Longest Palindromic Substring medium

Problem Statement

Given a string s, find the longest palindromic substring in s.

Example 1

Input: s = "babad" Output: "bab" Explanation: "aba" is also a valid answer.

Example 2

Input: s = "cbbd" Output: "bb"

Steps

The solution uses a dynamic programming approach. We'll create a table dp where dp[i][j] is true if the substring s[i...j] is a palindrome, and false otherwise. We'll build this table iteratively, starting with substrings of length 1, then length 2, and so on.

1. Initialization: All single characters are palindromes (length 1 substrings). Also, all two-character substrings that are the same are palindromes (length 2 substrings).

2. Iteration: For substrings of length 3 and greater, s[i...j] is a palindrome if and only if s[i] == s[j] and s[i+1...j-1] is also a palindrome (which we'll already know from previous calculations).
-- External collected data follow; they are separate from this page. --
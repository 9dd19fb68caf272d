import { describe, expect, it } from 'vitest';
import { InputError } from '../../../src/core/errors.ts';
import { growRun } from '../../../src/run.ts';
import { specFromValue } from '../../../src/spec/parse.ts';

const box = (terminals: object, more: object = {}) =>
  specFromValue({
    tissue: { shape: 'box', min_mm: [0, 0, 0], max_mm: [10, 10, 10] },
    trees: [{ inlet: { position_mm: [0, 5, 5], direction: [1, 0, 0], flow_uL_min: 100 }, terminals }],
    ...more,
  });

describe('what cannot be served', () => {
  it('refuses explicit points outside the tissue, each by its place', () => {
    const spec = box({
      points_mm: [
        [5, 5, 8],
        [13, 5, 5],
        [5, 2, 2],
        [5, 5, 20],
      ],
    });
    try {
      growRun(spec, new Map());
      expect.unreachable();
    } catch (error) {
      expect(error).toBeInstanceOf(InputError);
      const faults = (error as InputError).faults.map((fault) => `${fault.where}: ${fault.message}`);
      expect(faults).toEqual([
        'trees[0].terminals.points[1]: got a point 3000 µm outside of the tissue, expected one inside',
        'trees[0].terminals.points[3]: got a point 10000 µm outside of the tissue, expected one inside',
      ]);
    }
  });

  it('names the points that no vessel could reach', () => {
    // The second lies so near the wall that the vessel's end would stick out.
    const result = growRun(
      box({
        points_mm: [
          [5, 5, 8],
          [5, 5, 9.9999],
        ],
      }),
      new Map(),
    );
    expect(result.stopped).toBe('no-room');
    expect(result.check.held).toBe(false);
    expect(result.shortfalls).toHaveLength(1);
    expect(result.shortfalls[0]).toContain('serves 1 of the 2 terminals');
    expect(result.shortfalls[0]).toContain('(5, 5, 10)');
  });

  it('tells how many of a count found no room', () => {
    const result = growRun(box({ count: 60 }, { clearance: { gap_um: 3000 } }), new Map());
    expect(result.stopped).toBe('no-room');
    expect(result.check.held).toBe(false);
    expect(result.check.promises.filter((promise) => promise.held === false).map((promise) => promise.id)).toEqual([
      'terminals',
    ]);
    expect(result.shortfalls[0]).toMatch(/serves \d+ of the 60 terminals/);
  });
});
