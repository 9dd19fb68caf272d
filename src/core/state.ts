import { inputError } from './errors.ts';

/** What a column of a saved state is made of: 64-bit reals, 32-bit whole numbers, or bytes. */
export type ColumnKind = 'f64' | 'i32' | 'u8';
export type Column = Float64Array | Int32Array | Uint8Array;

export interface StateColumn {
  readonly name: string;
  readonly kind: ColumnKind;
  /** Good until whoever gave it goes on: no copy. */
  readonly values: Column | readonly number[];
}

/**
 * Where things put all from which they could go on. Each puts its own under a name of its own; nothing is copied, so what
 * is put must be used before the work goes on.
 */
export class StateOut {
  readonly columns: StateColumn[];
  private readonly prefix: string;

  constructor(columns: StateColumn[] = [], prefix = '') {
    this.columns = columns;
    this.prefix = prefix;
  }

  /** The same state, for a part of it. */
  within(part: string): StateOut {
    return new StateOut(this.columns, `${this.prefix}${part}.`);
  }

  put(name: string, values: Column): void {
    const kind = values instanceof Float64Array ? 'f64' : values instanceof Int32Array ? 'i32' : 'u8';
    this.columns.push({ name: this.prefix + name, kind, values });
  }

  /** Puts numbers that stand in no column. */
  list(name: string, kind: 'f64' | 'i32', values: readonly number[]): void {
    this.columns.push({ name: this.prefix + name, kind, values });
  }
}

/** Columns as they were saved, wherever they lie. */
export interface StateSource {
  /** As messages shall call it. */
  readonly name: string;
  /** Values of a column, or −1 where there is none of that name and kind. */
  length(name: string, kind: ColumnKind): number;
  /** Fills the first values of a column of that kind, which may be longer. */
  readInto(name: string, out: Column): void;
}

/**
 * The other way: where things find what they put.
 *
 * Its methods throw InputError where a column is missing or longer than it may be: another program has saved it.
 */
export class StateIn {
  private readonly source: StateSource;
  private readonly prefix: string;

  constructor(source: StateSource, prefix = '') {
    this.source = source;
    this.prefix = prefix;
  }

  within(part: string): StateIn {
    return new StateIn(this.source, `${this.prefix}${part}.`);
  }

  /** Whether a column of whole numbers was put. */
  hasWholes(name: string): boolean {
    return this.source.length(this.prefix + name, 'i32') >= 0;
  }

  /** A column of reals, in a new array or in the beginning of a given one. */
  reals(name: string, out: Float64Array = new Float64Array(this.lengthOf(name, 'f64'))): Float64Array {
    return this.fill(name, 'f64', out);
  }

  /** A column of whole numbers, in a new array or in the beginning of a given one. */
  wholes(name: string, out: Int32Array = new Int32Array(this.lengthOf(name, 'i32'))): Int32Array {
    return this.fill(name, 'i32', out);
  }

  private fill<T extends Column>(name: string, kind: ColumnKind, out: T): T {
    const length = this.lengthOf(name, kind);
    if (length > out.length) throw this.mismatch(name);
    this.source.readInto(this.prefix + name, out);
    return out;
  }

  private lengthOf(name: string, kind: ColumnKind): number {
    const length = this.source.length(this.prefix + name, kind);
    if (length < 0) throw this.mismatch(name);
    return length;
  }

  private mismatch(name: string): Error {
    const message = `got a state whose ${this.prefix}${name} is not what this program would have saved, expected one that it has`;
    return inputError('snapshot', this.source.name, message);
  }
}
3. Tracking the Longest Palindrome: While building the dp table, we'll keep track of the start and end indices of the longest palindrome found so far.

Explanation

The dynamic programming approach efficiently avoids redundant calculations. Once we determine if a substring is a palindrome, we don't need to re-check it later. The table dp stores the results of these subproblems, allowing us to build up the solution efficiently. The time complexity is O(n^2) because we iterate through all possible substrings. The space complexity is also O(n^2) due to the dp table.

Code

#include <string>
#include <algorithm>

class Solution {
public:
    std::string longestPalindrome(std::string s) {
        int n = s.length();
        if (n < 2) return s; // Handle base cases

        bool dp[n][n]; // dp[i][j] is true if s[i...j] is a palindrome
        int start = 0;
        int maxLength = 1;


        // Initialize for substrings of length 1
        for (int i = 0; i < n; ++i) {
            dp[i][i] = true;
        }

        //Check for substrings of length 2
        for (int i = 0; i < n - 1; ++i) {
            if (s[i] == s[i + 1]) {
                dp[i][i + 1] = true;
                start = i;
                maxLength = 2;
            } else {
                dp[i][i+1] = false;
            }
        }

        //Check for substrings of length 3 or greater
        for (int len = 3; len <= n; ++len) {
            for (int i = 0; i < n - len + 1; ++i) {
                int j = i + len - 1;
                if (s[i] == s[j] && dp[i + 1][j - 1]) {
                    dp[i][j] = true;
                    if (len > maxLength) {
                        start = i;
                        maxLength = len;
                    }
                } else {
                    dp[i][j] = false;
                }
            }
        }

        return s.substr(start, maxLength);
    }
};

Complexity

• Time Complexity: O(n^2), where n is the length of the string. This is due to the nested loops in the dynamic programming approach.
• Space Complexity: O(n^2), where n is the length of the string. This is due to the dp table used for dynamic programming. The space could be optimized to O(n) if we only store the previous row of the DP table. However, the given solution prioritizes readability and clarity.